Dès 2002, un international français, Pieter De Villiers, avait été testé positif à la cocaïne alors qu’il s’entraînait dans une salle de muscu de l’Aquaboulevard de Paris.

Qui a pu imaginer une telle réglementation dans laquelle la prise de cocaïne est tout à fait autorisée en dehors des matchs ?

Les sportifs l’on bien compris : l’excuse de la prise de cocaïne dans un cadre festif en dehors d’un match, n’expose à aucune sanction alors qu’un contrôle non-négatif en compétition expose à 4 ans de mise à l’écart des terrains.

Le président de la Fédération française de rugby, Florian Grill, commence à s’en inquiéter et de façon audible réclame auprès de l’Agence française de lutte contre le dopage (AFLD) plus de contrôles inopinés sur cette substance.

Mais l’instance elle-même, soumise au règlement de l’AMA, n’est pas en mesure de mettre en place ces contrôles.

ou alors il faut que cela se fasse sous l’égide de World Rugby comme l’a fait le cyclisme (UCI) avec le tramadol, un puissant antalgique, interdit seulement dans les courses cyclistes depuis le 1er mars 2019 en tant que risque pour la santé.

Depuis le 1er janvier 2024, l’AMA – pour l’ensemble des fédérations – a enfin inscrit le tramadol en liste rouge comme dopant.

Pour éradiquer l’extension de l’épidémie de cocaïne dans le rugby et toutes les autres spécialités sportives, il faut interdire la poudre blanche en permanence.

Pour rappel, en 2003, l’UCI interdisait la coke en et hors compétition.

En 2024, elle a dû se soumettre au pouvoir omnipotent de l’AMA qui ne pourchasse la cocaïne qu’en compétition !
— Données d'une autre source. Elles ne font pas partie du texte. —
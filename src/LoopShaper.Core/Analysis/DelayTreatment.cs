namespace LoopShaper.Core.Analysis;

/// <summary>How a pure delay entered a time response.</summary>
public enum DelayTreatment
{
    /// <summary>The function had no delay.</summary>
    None,

    /// <summary>The delay factored out and the response was shifted in time exactly.</summary>
    ExactShift,

    /// <summary>The delay sat inside a closed loop and was replaced by a Pade approximation.</summary>
    Pade,
}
Quelques tweets JPDM récents pour éclairer le problème : Rugby et cocaïne

  •  La lutte antidopage est en grande partie responsable de l’extension de ce stimulant en milieu sportif puisque dès 2004 le Code mondial ne l’interdit qu’en compétition. D’où déduction des pros de l’effort : bonus, la coke n’est pas prohibée en dehors des matchs.
  • Compte tenu que la cocaïne disparaît des urines 48 h après la dernière ligne, ils la consomment après le match pour booster la 3e mi-temps alcoolisée mais aussi pour augmenter les jours suivants les charges d’entraînement du lundi au jeudi.
  • Ainsi le samedi ou le dimanche suivant, les joueurs seront négatifs au contrôle d’après-match. Si les sportifs sont testés positifs en semaine de façon inopinée, ils ne seront ni signalés à leur club ni sanctionnés.
  • En revanche, si le résultat analytique anormal a lieu après un match, ils pourront toujours s’en sortir en plaidant la consommation festive. Or, depuis le 1er janvier 2021, la cocaïne émarge dans la catégorie des substances d’abus.
  • Cela signifie que si le sportif peut prouver que son utilisation s’est produite hors compétition sans intention d’améliorer son rendement, la suspension sera de 3 mois, voire 1 mois s’il accepte de suivre un programme de réhabilitation.
  • Au final, consommer de la coke en 3e mi-temps ou à l’entraînement pendant plusieurs jours, le joueur risque zéro sanction. S’il est testé positif après une partie et qu’il avance l’excuse que c’est dans un cadre festif, la peine sera non dissuasive.
  • Au lieu de 4 ans de suspension pour dopage à la cocaïne, si l’excuse de l’usage festif est bien ficelée avec témoins, c’est 3 mois, voire 1 seul en faisant acte de contrition !
  • Cette réglementation interdisant la poudre blanche seulement le jour du match a forcément était initiée par un esprit dérangé appartenant au camp du dopage avec pour effet collatéral de pousser à la dérive sportive actuelle.
  • Solliciter l’AFLD pour faire des tests inopinés hors des matchs ne peut se concevoir dans le cadre de la lutte antidopage puisque contraire au Code mondial. Il faut que la Fédération française de rugby (FFR) réglemente la cocaïne comme un problème de santé en permanence et y ajoute des sanctions dissuasives.
  • Pour sortir du marasme, les présidents de la FFR et celui de World Rugby doivent trouver du soutien auprès des n° 1 d’autres Fédés emblématiques – foot, tennis, athlé – afin d’imposer à l’AMA que la réglementation permissive à l’entraînement soit abrogée. C’est pas gagné !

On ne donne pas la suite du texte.